Designating distribution styles
The considerations and recommendations for designating distribution styles in this section use a star schema as an example. Your database design might be based on a star schema, some variant of a star schema, or an entirely different schema. Amazon Redshift is designed to work effectively with whatever schema design you choose. The principles in this section can be applied to any design schema.
-
Specify the primary key and foreign keys for all your tables.
Amazon Redshift does not enforce primary key and foreign key constraints, but the query optimizer uses them when it generates query plans. If you set primary keys and foreign keys, your application must maintain the validity of the keys.
-
Distribute the fact table and its largest dimension table on their common columns.

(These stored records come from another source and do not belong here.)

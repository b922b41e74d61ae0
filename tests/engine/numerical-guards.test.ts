/**
 * Finite inputs whose arithmetic overflows are stopped with a sentence at the stage where the overflow first
 * appears — the stiffness matrix, a load case's loads, its solution, or a combined result — so that neither
 * NaN nor Infinity ever leaves the engine (common practice: guard floating-point overflow, IEEE 754).
 */
import { describe, expect, it } from "vitest";
import { analyze, linearSystem, type ModelInput } from "@/lib/engine";

/** A 2 m cantilever (fixed at a, free at b) with load cases P and Q, each a tip load `fy`. */
function cantilever(E: number, fy: number, extra: Partial<ModelInput> = {}): ModelInput {
  return {
    nodes: [
      { id: "a", x: 0, y: 0, support: { ux: "fixed", uy: "fixed", rz: "fixed" } },
      { id: "b", x: 2, y: 0 },
    ],
    members: [{ id: "m", start: "a", end: "b", E, A: 1e-2, I: 1e-4 }],
    loadCases: [
      { id: "P", loads: [{ kind: "nodal", node: "b", fy }] },
      { id: "Q", loads: [{ kind: "nodal", node: "b", fy }] },
    ],
    ...extra,
  };
}

/** E·I/L³ past the largest double: E = 1e306 Pa with I = 1e5 m⁴. */
function overflowingStiffness(): ModelInput {
  const model = cantilever(1e306, -1e3);
  model.members = [{ ...model.members![0], I: 1e5 }];
  return model;
}

function errorsOf(model: unknown) {
  const out = analyze(model);
  if (out.ok) throw new Error("expected the analysis to refuse the model");
  return out.errors;
}

const STIFFNESS_OVERFLOW = {
  kind: "numerical",
  message: "The stiffness matrix overflows; check the magnitudes of E, A, I and spring stiffnesses (SI units: Pa, m², m⁴)",
};
const LOADS_OVERFLOW = {
  kind: "numerical",
  message: "Load case P: the loads overflow; check their magnitudes (SI units: N, N/m, N·m)",
};

describe("overflow is stopped where it first appears", () => {
  it("in the stiffness matrix", () => {
    expect(errorsOf(overflowingStiffness())).toEqual([STIFFNESS_OVERFLOW]);
  });

  it("in the nodal loads of a case, though every fixed-end force is finite", () => {
    // Two tip loads of 1.7e308 N each sum past the largest double (≈ 1.798e308).
    const model = cantilever(200e9, -1);
    model.loadCases = [
      {
        id: "P",
        loads: [
          { kind: "nodal", node: "b", fy: 1.7e308 },
          { kind: "nodal", node: "b", fy: 1.7e308 },
        ],
      },
    ];
    expect(errorsOf(model)).toEqual([LOADS_OVERFLOW]);
  });

  it("in the fixed-end forces of a span load", () => {
    const model = cantilever(200e9, -1);
    model.loadCases = [{ id: "P", loads: [{ kind: "distributed", member: "m", direction: "global-y", wStart: -1e308 }] }];
    expect(errorsOf(model)).toEqual([LOADS_OVERFLOW]);
  });

  it("in the solution of a case: a stiffness so small that u = P/k overflows", () => {
    expect(errorsOf(cantilever(1e-300, 1e10))).toEqual([
      { kind: "numerical", message: "Load case P: the solution is not finite; check for extreme stiffness ratios" },
    ]);
  });

  it("in a combination whose displacements overflow while its forces stay finite", () => {
    // E = 1e-250 Pa: tip deflection PL³/3EI ≈ 2.7e254 m per newton; × 1e100 per case overflows, the forces do not.
    const model = cantilever(1e-250, -1, { combinations: [{ id: "C", factors: { P: 1e100, Q: 1e100 } }] });
    expect(errorsOf(model)).toEqual([
      { kind: "numerical", message: "Result C is not finite; check for extreme stiffness ratios" },
    ]);
  });

  it("in a combination whose forces overflow while its displacements stay finite", () => {
    // P = 1e300 N on a steel cantilever: deflections ≈ 1.3e293 m; × 1e10 the forces overflow, the deflections not.
    const model = cantilever(200e9, -1e300, { combinations: [{ id: "C", factors: { P: 1e10 } }] });
    expect(errorsOf(model)).toEqual([
      { kind: "numerical", message: "Result C is not finite; check for extreme stiffness ratios" },
    ]);
  });

  it("the same combinations with ordinary factors analyse", () => {
    expect(analyze(cantilever(1e-250, -1, { combinations: [{ id: "C", factors: { P: 1, Q: 1 } }] })).ok).toBe(true);
    expect(analyze(cantilever(200e9, -1e300, { combinations: [{ id: "C", factors: { P: 1 } }] })).ok).toBe(true);
  });
});

describe("linearSystem stops at the same errors as analyze", () => {
  it("an invalid model", () => {
    const out = linearSystem(null);
    expect(out.ok).toBe(false);
    if (!out.ok) expect(out.errors[0]).toMatchObject({ kind: "invalid-model" });
  });

  it("a stiffness matrix that overflows", () => {
    expect(linearSystem(overflowingStiffness())).toEqual({ ok: false, errors: [STIFFNESS_OVERFLOW] });
  });

  it("loads that overflow", () => {
    const model = cantilever(200e9, -1);
    model.loadCases = [{ id: "P", loads: [{ kind: "distributed", member: "m", direction: "global-y", wStart: -1e308 }] }];
    expect(linearSystem(model)).toEqual({ ok: false, errors: [LOADS_OVERFLOW] });
  });

  it("a sound model: K over the free equations and one right-hand side per case", () => {
    const out = linearSystem(cantilever(200e9, -1e3));
    if (!out.ok) throw new Error("the model should assemble");
    expect(out.system.K?.n).toBe(3);
    expect(out.system.rhs.map((r) => Array.from(r))).toEqual([
      [0, -1e3, 0],
      [0, -1e3, 0],
    ]);
  });
});

describe("a structure with no free equation", () => {
  it("is analysed with an empty factor: zero equations, zero entries in L", () => {
    const fixed = { ux: "fixed", uy: "fixed", rz: "fixed" } as const;
    const out = analyze({
      nodes: [
        { id: "a", x: 0, y: 0, support: fixed },
        { id: "b", x: 2, y: 0, support: fixed },
      ],
      members: [{ id: "m", start: "a", end: "b", E: 200e9, A: 1e-2, I: 1e-4 }],
      loadCases: [{ id: "P", loads: [{ kind: "distributed", member: "m", direction: "global-y", wStart: -1e3 }] }],
    });
    if (!out.ok) throw new Error("the model should analyse");
    expect(out.result.stats).toEqual({ nodes: 2, members: 1, equations: 0, nnzL: 0 });
    // Fixed–fixed, w = 1 kN/m over 2 m: each end carries wL/2 = 1 kN (AWC Design Aid No. 6, 2005, Fig. 23).
    expect(out.result.loadCases.P.reactions[1]).toBeCloseTo(1e3, 9);
  });
});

Choose the largest dimension based on the size of dataset that participates in the most common join, not only the size of the table. If a table is commonly filtered, using a WHERE clause, only a portion of its rows participate in the join. Such a table has less impact on redistribution than a smaller table that contributes more data. Designate both the dimension table's primary key and the fact table's corresponding foreign key as DISTKEY. If multiple tables use the same distribution key, they are also collocated with the fact table. Your fact table can have only one distribution key. Any tables that join on another key isn't collocated with the fact table.
-
Designate distribution keys for the other dimension tables.
Distribute the tables on their primary keys or their foreign keys, depending on how they most commonly join with other tables.
-
Evaluate whether to change some of the dimension tables to use ALL distribution.
If a dimension table cannot be collocated with the fact table or other important joining tables, you can improve query performance significantly by distributing the entire table to all of the nodes. Using ALL distribution multiplies storage space requirements and increases load times and maintenance operations, so you should weigh all factors before choosing ALL distribution. The following section explains how to identify candidates for ALL distribution by evaluating the EXPLAIN plan.
-
Use AUTO distribution for the remaining tables.
If a table is largely denormalized and does not participate in joins, or if you don't have a clear choice for another distribution style, use AUTO distribution.
To let Amazon Redshift choose the appropriate distribution style, don't explicitly specify a distribution style.